Has anyone stumbled upon interesting research around visual statecharts and state machines. Trying to come up with a really intuitive visual that captures the total power of something like x-state (fancy stuff like parallel state machines, recorded history on state machines....)

I'm not aware of any but I'd be willing to help drum up some research. As a nerdy poet without the imagination required to be a mathematician (look up David Hilbert's quote), I feel helping derive visuals of complex subjects may be the only contribution I can bring to the science that I love. Creating something like this could be the single most important contribution in the formation of a benevolent general artificial intelligence.

hehe, I love that quote

I’ve done a lot of practical work with statecharts. I lean towards cleaving paradigms apart - e.g. statecharts = (1) concurrency and (2) hierarchical state machines. I compile diagrams to code and am working on a description of the techniques. Interesting, related, stuff: FBP (Flow-Based Programming), Drakon, PEG parsing, Full Metal Jacket. My reading of Harel’s StateCharts paper is online.

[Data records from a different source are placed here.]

"""Suite statistics and IDA fractiles against hand computation and numpy.

Definitions (thist/batch/stats.py): mean, median, maximum over the records; the
logarithmic standard deviation is the sample standard deviation (n - 1) of the
natural logarithms (common practice for seismic demand dispersion). Fractiles
are Hyndman & Fan (1996, Am. Stat. 50(4)) definition 7, numpy's default quantile.
"""

from __future__ import annotations

import math

import numpy as np
import pytest

from tests.test_study_files import write_suite
from thist.batch import load_study, run_study
from thist.batch.stats import fractile, statistic


def test_log_std_of_1_2_4_is_ln2():
    """ln(1, 2, 4) = (0, 1, 2)·ln 2, whose sample standard deviation is exactly ln 2.

    Hand computation; tolerance 1e-15 relative (one rounding of the logarithms).
    """
    s = statistic("x", np.array([[1.0], [2.0], [4.0]]))
    assert s.mean[0] == pytest.approx(7.0 / 3.0, rel=1e-15)
    assert s.median[0] == 2.0
    assert s.maximum[0] == 4.0
    assert s.log_std[0] == pytest.approx(math.log(2.0), rel=1e-15)


def test_log_std_undefined_for_one_record_or_a_zero_peak():
    assert np.isnan(statistic("x", np.array([[3.0]])).log_std[0])
    assert np.isnan(statistic("x", np.array([[0.0], [1.0]])).log_std[0])


def test_suite_statistics_match_hand_computation_on_three_records(tmp_path):
    """Three records run as a suite; statistics per story/level recomputed by hand.

    Hand computation with the math module on the stored peaks (mean = sum / 3,
    median = middle of the sorted three, maximum, sqrt(sum (ln x - mean ln x)^2 / 2));
    tolerance 1e-12 relative: the only difference is the order of floating-point sums.
    """
    study = load_study(write_suite(tmp_path, 3))
    result = run_study(study, tmp_path / "out", workers=1, progress=False)
    assert [r.status for r in result.rows] == ["ok", "ok", "ok"]
    stats = result.statistics[0]
    assert stats.records == ("r0", "r1", "r2")
    for q in ("drift_ratio", "displacement", "story_shear", "absolute_acceleration", "base_shear"):
        per_record = [[abs(v) for v in r.peaks[q]["values"]] for r in result.rows]
        for i in range(len(per_record[0])):
            x = [p[i] for p in per_record]
            mean = (x[0] + x[1] + x[2]) / 3.0
            lnx = [math.log(v) for v in x]
            lm = sum(lnx) / 3.0
            lsd = math.sqrt(sum((v - lm) ** 2 for v in lnx) / 2.0)
            st = stats.stats[q]
            assert st.mean[i] == pytest.approx(mean, rel=1e-12)
            assert st.median[i] == sorted(x)[1]
            assert st.maximum[i] == max(x)
            assert st.log_std[i] == pytest.approx(lsd, rel=1e-12)


def test_fractiles_equal_numpy_quantile_for_finite_values():
    """Reference: numpy.quantile (method "linear" = Hyndman & Fan definition 7); exact."""
    rng = np.random.default_rng(7)
    for n in (1, 2, 5, 8, 13):
        x = rng.lognormal(0.0, 0.5, n)
        for p in (0.16, 0.5, 0.84):
            assert fractile(x, p) == pytest.approx(float(np.quantile(x, p)), rel=1e-14)


def test_fractile_is_infinite_once_it_reaches_collapsed_records():
    """Five records, two collapsed (inf): by definition 7 the 50 % fractile is the
    third order statistic (finite), the 84 % one interpolates into a collapse (inf)."""
    x = np.array([0.01, np.inf, 0.03, 0.02, np.inf])
    assert fractile(x, 0.5) == 0.03
    assert fractile(x, 0.16) == pytest.approx(0.01 + 0.64 * 0.01, rel=1e-14)
    assert math.isinf(fractile(x, 0.84))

The most interesting recent work that I'm aware of is InterState

I'm gonna shoot a video of my problem and send it over in a bit to give you fine folks a sense of the magnitude of the challenge I'm dealing with

I almost asked this same question! I ran into the concept of "behavior trees" while looking for stuff about HFSMs, and thought they looked interesting (BTs start on slide 12): https://web.stanford.edu/class/cs123/lectures/CS123_lec08_HFSM_BT.pdf They apparently originated in video game AI, but in the context of these lecture notes are meant for robot AI. They struck me as an intuitive and powerful state machine formalism, almost a general-purpose code formalism. Anyway, I would love to see field accounts of these ideas, especially if put in the hands of ostensible non-programmers.

Why don't we have a group brainstorm session if we still need to explore it?

So we're using state diagrams in a peculiar way which is likely different. We kinda took the concept and added a ton of bells and whistles to it and made the state diagram the backbone of defining the behaviours of your backend. The state diagram is hyper away of the rest of our abstraction (our pre-built auth system, our permissioning system) and that's a big part of how we decrease the surface area of code.

Have you read Harel’s original paper? It has visuals for both problem 2 and 3 in your video.

I'm actually reading through right now

This might sound glib, but I'm 100% serious. The best solution I've seen to problem #1 (how do you get people past the initial unfamiliarity / reluctance?) is to make your GUI look enviably cool. Make the GUI just explode charm, style, je ne sais quoi, mystery. Make it draw people in. Make it look like nothing they've ever seen before. Make it elicit and reward curiosity. Don't allow people to grossly assume that they know what this GUI is, what it does, and that it's not worth the 20 minutes of attention to learn how it really works. This is a very hard problem, but it's not an NP hard problem. It's do-able, and people do it all the time. (I answered a slight variation of your question, because the other half of the question — how do you make the GUI self-revealing to new users — is something it sounds like you already have a good idea of how to do. Click targets, tooltips, progressive disclosure... typical UI design jazz.)

^ great feedback. I should have added one crazy caveat, we have a "no progressive disclosures" rule right now which makes every design challenge infinitely harder. The reason for this is we think there's going to be some weening required to get devs acclimated to even the slightest GUI mostly cause of legacy rhetoric. So the idea behind our UI is that it has to be entirely keyboard navigatable. So we figured that out on storage with great difficulty. On the behaviour page (the statechart) obviously it's impossible. But we're still holding out in hopes that we'll come up with a way to structure this diagram to make it more auto-layout and then, hopefully intuitively keyboard navigatable. There aren't that many great ways to do a progressive disclosure and still keep the hand away from the mouse.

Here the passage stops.